I have to admit, sometimes I fall out of love with my writing. Maybe I’ve been hard at it for a few weeks and I’ve just run out of steam, or perhaps I’ve sat down one day and just felt stuck. I used to find myself losing my passion one day, and then avoiding my WIP for days, sometimes weeks, because I just wasn’t ‘feeling it’. What I’ve discovered, though, is that the reason I procrastinate and delay is because I’ve forgotten why I’m writing. I have become so focused on the characters, or story line, in my WIP that I’ve neglected my own purpose; my writing purpose.
Why do I write?
I could argue, quite successfully, that I write because I want to tell a story. But that’s not my only motivation. I write because I have something to share with the world. I’ve acknowledged before that the relationship between a writer and a reader is important, and how by tapping into my desire to understand what I want my reader to feel, I become more aware of the key themes within my stories. When I write, I need to know what it is I’m trying to achieve. What is this story really about? Who am I writing it for? What do I hope it will achieve?
Knowing what drives me as a writer means that whenever I do start flagging with my writing goals, I know to go back to basics and remind myself why I’m doing it.
What do I want to achieve by writing?
I write because I want to understand the world, and seek to explore it through multiple sets of eyes (let’s face it, that’s why I’m also such a voracious reader). My stories typically tend to have people discovering things about themselves they didn’t know to begin with – whether that is a new sense of resilience; a secret that is revealed; or a surprising emotion. Not surprisingly one of my core values happens to be personal growth. This is what I am doing when I write: I am teaching my characters how to grow, and hopefully, by extension demonstrating to readers that they have these capabilities too. I write to inspire; to help people see that change is possible and how positive it can be.

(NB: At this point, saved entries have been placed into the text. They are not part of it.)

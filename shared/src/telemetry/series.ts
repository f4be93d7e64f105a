/** Least-squares slope of value over time, per hour; null with fewer than two points or no time spread. */
export function slopePerHour(points: ReadonlyArray<{ t: number; v: number }>): number | null {
  const n = points.length;
  if (n < 2) return null;
  let st = 0;
  let sv = 0;
  for (const p of points) {
    st += p.t;
    sv += p.v;
  }
  const mt = st / n;
  const mv = sv / n;
  let num = 0;
  let den = 0;
  for (const p of points) {
    const dt = p.t - mt;
    num += dt * (p.v - mv);
    den += dt * dt;
  }
  if (den === 0) return null;
  return (num / den) * 3_600_000; // per ms -> per hour
}
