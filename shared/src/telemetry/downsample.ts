/** One point of a time series: time in epoch milliseconds, value in SI units. */
export interface SeriesPoint {
  t: number;
  v: number;
}

/**
 * Min-max bucket downsampling: the span is cut into `buckets` equal time buckets and each keeps
 * its minimum and its maximum, in time order. A peak is therefore never lost (an averaging or
 * decimating reducer can drop it), and the output never exceeds 2 x buckets points.
 * Input must be sorted by time; a bucket with one point keeps it once.
 */
export function downsampleMinMax(
  points: readonly SeriesPoint[],
  buckets: number,
  from = points[0]?.t ?? 0,
  to = points[points.length - 1]?.t ?? 0,
): SeriesPoint[] {
  if (!Number.isInteger(buckets) || buckets < 1) {
    throw new RangeError(`buckets must be a positive integer, got ${buckets}`);
  }
  if (points.length <= 2 * buckets) return points.slice();
  const width = Math.max((to - from) / buckets, Number.MIN_VALUE);
  const out: SeriesPoint[] = [];
  let bucket = -1;
  let lo: SeriesPoint | undefined;
  let hi: SeriesPoint | undefined;
  const flush = () => {
    if (!lo || !hi) return;
    if (lo === hi) out.push(lo);
    else if (lo.t <= hi.t) out.push(lo, hi);
    else out.push(hi, lo);
  };
  for (const p of points) {
    const b = Math.min(buckets - 1, Math.max(0, Math.floor((p.t - from) / width)));
    if (b !== bucket) {
      flush();
      bucket = b;
      lo = p;
      hi = p;
      continue;
    }
    if (p.v < lo!.v) lo = p;
    if (p.v > hi!.v) hi = p;
  }
  flush();
  return out;
}
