import type { PlantClock } from './clock.js';
import type { PlantState, ReservoirPlant } from './reservoir-plant.js';

export interface RunnerOptions {
  plant: ReservoirPlant;
  clock: PlantClock;
  /** plant seconds per model step */
  stepS: number;
  /** called after every step, with the new state, to publish what is due */
  onStep: (state: Readonly<PlantState>) => void;
  /** false while the devices cannot take more messages (slow broker): the step waits */
  canStep?: () => boolean;
  /** longest stretch of one tick, wall ms, so the event loop stays responsive */
  budgetMs?: number;
  /** how far behind the clock may be, wall seconds, before it is re-anchored */
  maxLagS?: number;
  /** tick period, wall ms */
  tickMs?: number;
  /** called when the clock had to be re-anchored, with the plant seconds given up */
  onSlip?: (lostS: number) => void;
  now?: () => number;
}

/** Drives the plant in fixed plant-time steps, keeping up with the plant clock in real time. */
export class PlantRunner {
  private timer: NodeJS.Timeout | undefined;
  private readonly stepMs: number;
  private readonly now: () => number;

  constructor(private readonly options: RunnerOptions) {
    this.stepMs = options.stepS * 1000;
    this.now = options.now ?? Date.now;
  }

  /** Steps until plant time reaches `plantMs` (whole steps only); returns the number of steps. */
  advanceTo(plantMs: number, budgetMs = Infinity): number {
    const { plant, onStep, stepS, canStep } = this.options;
    const started = performance.now();
    let steps = 0;
    while (plant.state.timeMs + this.stepMs <= plantMs) {
      if (canStep && !canStep()) break;
      if (steps > 0 && performance.now() - started >= budgetMs) break;
      onStep(plant.step(stepS));
      steps++;
    }
    return steps;
  }

  start(): void {
    if (this.timer) return;
    this.timer = setInterval(() => this.tick(), this.options.tickMs ?? 50);
  }

  stop(): void {
    clearInterval(this.timer);
    this.timer = undefined;
  }

  /** One real-time tick: catch up as far as the budget allows; give up time that cannot be caught up. */
  tick(): void {
    const { clock, plant } = this.options;
    const wall = this.now();
    this.advanceTo(clock.nominalAt(wall), this.options.budgetMs ?? 20);
    const lagMs = clock.nominalAt(wall) - plant.state.timeMs;
    const maxLagMs = (this.options.maxLagS ?? 5) * 1000 * clock.speed;
    if (lagMs > maxLagMs) {
      clock.rebase(plant.state.timeMs, wall);
      this.options.onSlip?.(lagMs / 1000);
    }
  }
}
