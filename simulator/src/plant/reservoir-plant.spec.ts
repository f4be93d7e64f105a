import { createStorageCurve } from '@stillwell/shared/hydraulics';
import { DEMO_RESERVOIR } from '@stillwell/shared/reservoirs';
import { describe, expect, it } from 'vitest';
import { DEMO_STORM } from '../scenarios/demo-storm.js';
import type { Scenario } from '../scenarios/scenario.js';
import { ReservoirPlant, type Settings } from './reservoir-plant.js';

const STEP_S = 10;
const STEPS_PER_HOUR = 3600 / STEP_S;
const ALL_GATES = (opening: number) => ({
  'gate-1': opening,
  'gate-2': opening,
  'gate-3': opening,
});

function newPlant(scenario: Scenario = DEMO_STORM) {
  return new ReservoirPlant({ reservoir: DEMO_RESERVOIR, scenario, startMs: Date.UTC(2030, 0, 1) });
}

/** Runs the storm, applying `orders` at their hours; returns the peak pool. */
function peakPool(orders: Array<{ hour: number; change: Partial<Settings> }>, hours = 72) {
  const plant = newPlant();
  let peak = plant.state.pool;
  for (let i = 0; i < hours * STEPS_PER_HOUR; i++) {
    for (const o of orders) if (o.hour * STEPS_PER_HOUR === i) plant.setTargets(o.change);
    peak = Math.max(peak, plant.step(STEP_S).pool);
  }
  return peak;
}

describe('ReservoirPlant', () => {
  it('conserves mass over the storm: storage change equals integrated inflow minus outflow', () => {
    // Independent of the integrator: storage from the shared curve at the reported pools, flows
    // integrated by the trapezoidal rule from the reported states, with gates moving mid-storm.
    const curve = createStorageCurve(DEMO_RESERVOIR.storageTable);
    const plant = newPlant();
    const start = plant.state;
    let prev = start;
    let inVolume = 0;
    let netVolume = 0;
    for (let i = 0; i < 72 * STEPS_PER_HOUR; i++) {
      if (i === 12 * STEPS_PER_HOUR)
        plant.setTargets({ gates: ALL_GATES(6), valves: { 'low-level-outlet': 60 } });
      if (i === 40 * STEPS_PER_HOUR) plant.setTargets({ gates: ALL_GATES(1.5) });
      const next = plant.step(STEP_S);
      inVolume += ((prev.inflow + next.inflow) / 2) * STEP_S;
      netVolume += ((prev.inflow - prev.outflow + next.inflow - next.outflow) / 2) * STEP_S;
      prev = next;
    }
    const storageChange = curve.storageAt(prev.pool) - curve.storageAt(start.pool);
    // Stated tolerance: 0.01 % of the storm's inflow volume (about 4 600 m3 of some 4.6e7 m3);
    // one lost 10 s step at the peak would be 19 000 m3.
    expect(inVolume).toBeGreaterThan(4e7);
    expect(Math.abs(storageChange - netVolume)).toBeLessThan(1e-4 * inVolume);
  });

  it('moves gates toward their targets at the gate travel speed, without overshoot', () => {
    const plant = newPlant();
    const speed = DEMO_RESERVOIR.structures.flatMap((s) =>
      s.kind === 'gated-spillway' ? s.gates : [],
    )[0]!.travelSpeed;
    plant.setTargets({ gates: { 'gate-1': 9 } });
    for (let i = 0; i < 60; i++) plant.step(STEP_S);
    expect(plant.state.settings.gates['gate-1']).toBeCloseTo(speed * 600, 9);
    expect(plant.state.settings.gates['gate-2']).toBe(0);
    expect(plant.targetSettings.gates['gate-1']).toBe(9);
    for (let i = 0; i < 1000; i++) plant.step(STEP_S);
    expect(plant.state.settings.gates['gate-1']).toBe(9);
    plant.setTargets({ gates: { 'gate-1': 8 } });
    for (let i = 0; i < 6; i++) plant.step(STEP_S);
    expect(plant.state.settings.gates['gate-1']).toBeCloseTo(9 - speed * 60, 9);
  });

  it('moves the outlet valve at its own speed and clamps targets to the range', () => {
    const plant = newPlant();
    expect(plant.state.settings.valves['low-level-outlet']).toBe(10);
    plant.setTargets({ valves: { 'low-level-outlet': 150 } });
    expect(plant.targetSettings.valves['low-level-outlet']).toBe(100);
    plant.step(STEP_S);
    expect(plant.state.settings.valves['low-level-outlet']).toBeCloseTo(10 + 0.5 * STEP_S, 9);
  });

  it('overtops the dam with the gates kept closed, and stays below normal maximum if opened at hour 12', () => {
    const closed = peakPool([]);
    const opened = peakPool([{ hour: 12, change: { gates: ALL_GATES(9) } }]);
    const late = peakPool([{ hour: 27, change: { gates: ALL_GATES(9) } }]);
    expect(closed).toBeGreaterThan(DEMO_RESERVOIR.damCrestElevation);
    expect(opened).toBeLessThan(DEMO_RESERVOIR.normalMaxPool);
    expect(closed).toBeGreaterThan(opened);
    expect(late).toBeGreaterThan(opened);
  });

  it('reports the table top instead of failing when the pool goes beyond the storage table', () => {
    const deluge: Scenario = {
      ...DEMO_STORM,
      inflowPulses: [{ startHour: 0, peakHour: 6, peak: 20_000, shape: 2 }],
    };
    const plant = newPlant(deluge);
    for (let i = 0; i < 24 * STEPS_PER_HOUR; i++) plant.step(STEP_S);
    const top = DEMO_RESERVOIR.storageTable.at(-1)!;
    expect(plant.state.beyondTable).toBe(true);
    expect(plant.state.pool).toBeCloseTo(top.elevation, 6);
    expect(plant.state.storage).toBeGreaterThan(top.storage);
  });

  it('is deterministic', () => {
    const a = peakPool([{ hour: 20, change: { gates: ALL_GATES(5) } }], 36);
    const b = peakPool([{ hour: 20, change: { gates: ALL_GATES(5) } }], 36);
    expect(a).toBe(b);
  });
});
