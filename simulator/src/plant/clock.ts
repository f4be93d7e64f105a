/** Plant time: starts at a chosen instant and runs `speed` times faster than the wall clock. */
export class PlantClock {
  private wallAnchorMs: number;
  private plantAnchorMs: number;

  constructor(
    readonly plantStartMs: number,
    readonly speed: number,
    wallStartMs: number,
  ) {
    if (!(speed > 0)) throw new RangeError(`speed must be positive, got ${speed}`);
    this.wallAnchorMs = wallStartMs;
    this.plantAnchorMs = plantStartMs;
  }

  /** Where plant time should be at this wall-clock instant. */
  nominalAt(wallMs: number): number {
    return this.plantAnchorMs + (wallMs - this.wallAnchorMs) * this.speed;
  }

  /**
   * Re-anchors the clock so that it shows `plantMs` at `wallMs`. Used when the model falls too far
   * behind: the plant then runs late instead of piling up work it can never catch up on.
   */
  rebase(plantMs: number, wallMs: number): void {
    this.plantAnchorMs = plantMs;
    this.wallAnchorMs = wallMs;
  }
}

/** Start of the minute containing `ms` (plant time starts on a whole minute). */
export function floorToMinute(ms: number): number {
  return Math.floor(ms / 60_000) * 60_000;
}
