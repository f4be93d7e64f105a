/**
 * Tailwater below the dam from the total outflow. The rating is invented for the demo (no survey
 * behind it): stage = riverbed + offset + coefficient * Q^exponent, which gives about 3 m of water
 * at the base flow and about 15 m at the design flood, the shape of a narrow rock valley.
 */
export const TAILWATER_RATING = { offset: 0.6, coefficient: 0.55, exponent: 0.43 } as const;

export function tailwaterElevation(riverbedElevation: number, outflow: number): number {
  const q = Math.max(0, outflow);
  return (
    riverbedElevation +
    TAILWATER_RATING.offset +
    TAILWATER_RATING.coefficient * q ** TAILWATER_RATING.exponent
  );
}
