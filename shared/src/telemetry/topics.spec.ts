import { describe, expect, it } from 'vitest';
import { clockTopic, commandTopic, parseTopic, telemetryTopic } from './topics.js';

describe('topics', () => {
  it('builds and reads back each kind of topic', () => {
    expect(parseTopic(telemetryTopic('lake-orrin', 'pool-radar'))).toEqual({
      kind: 'telemetry',
      reservoirId: 'lake-orrin',
      deviceId: 'pool-radar',
    });
    expect(parseTopic(commandTopic('lake-orrin', 'gate-controller'))?.kind).toBe('command');
    expect(parseTopic(clockTopic('lake-orrin'))).toEqual({
      kind: 'clock',
      reservoirId: 'lake-orrin',
    });
  });
  it('refuses ids that would break the topic tree', () => {
    expect(() => telemetryTopic('lake/orrin', 'x')).toThrow(/reservoir id "lake\/orrin"/);
    expect(() => telemetryTopic('lake-orrin', '+')).toThrow(/device id/);
  });
  it.each([
    'other/v1/a/telemetry/b',
    'stillwell/v2/a/telemetry/b',
    'stillwell/v1/a/telemetry',
    'stillwell/v1/a/telemetry/b/c',
    'stillwell/v1/A/telemetry/b',
  ])('reads %s as no Stillwell topic', (topic) => expect(parseTopic(topic)).toBeNull());
});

How do I know if I’ve been successful?
So, when I look back over a piece of writing – perhaps one that I am ambivalent about – this is what I look for; does it deal with change? Will it help people who are afraid of change see that it can be a good thing? In the end, will it leave a reader reflecting on my character’s development and compare it to their own?
Usually, if I’m missing these elements, that why I don’t feel the writing. It doesn’t fit with my writing purpose. It doesn’t mean it’s a bad piece of writing, but rather than it’s not a piece that I am in love with, not one that I could spend time developing and still enjoy the process despite the many hours I spend in it.
With a better comprehension of why I write, I’m more capable of determining what drives me to write. Without this acknowledgement of my writing purpose, I used to try and write anything and everything that I thought of; I’d spend hours on a short story that wasn’t true to what I believed; I’d write whole novels and then feel bad for stuffing them into a drawer without realising that the reason I wasn’t passionate about them was because they weren’t the type of novels I wanted to write.
Reinvigorate your writing!
I’ve never been more in love with my writing than I am now. And that’s because I am working on things that fulfil me as a writer – that speak about the stories I want to tell, that share with a reader a message I want them to understand. But be aware, that it takes time to find your purpose. So, if you’re not sure you’ve found it, experiment, observe, be mindful of your response to your writing, and it will slowly emerge and become clearer.
The great thing about understanding all of this is that when you do find yourself lagging, you can tap back into this writing purpose and feel reinvigorated. You’re reminded that your writing has a purpose, a greater one than just telling a story. You can feel when it’s happening and know that’s why the words are flowing. It is your raison d’etre, and knowing it can drive you forward and fuel your writing passion.
Now try this!
To help identify your writing purpose try these tips:
What do you most love reading?
Generally, this can give you a nod in the right direction as to what it is you want a reader to experience – because you want to experience it too. Look for common themes, the satisfaction you get at the end of the story – what has it been about for you? What will you take away?
What do you most love writing?
Identify a piece of writing that you loved working on – that perhaps you still love working on. What is it about the piece that speaks to you? What is it really about? Why does it excite you as a reader?
Now, examine a piece of writing you’ve perhaps fallen out of love with; does it achieve what you want? What’s missing? How could you add a little bit of what you’ve found in the two exercises above to this story? Does this encourage you to keep working on it?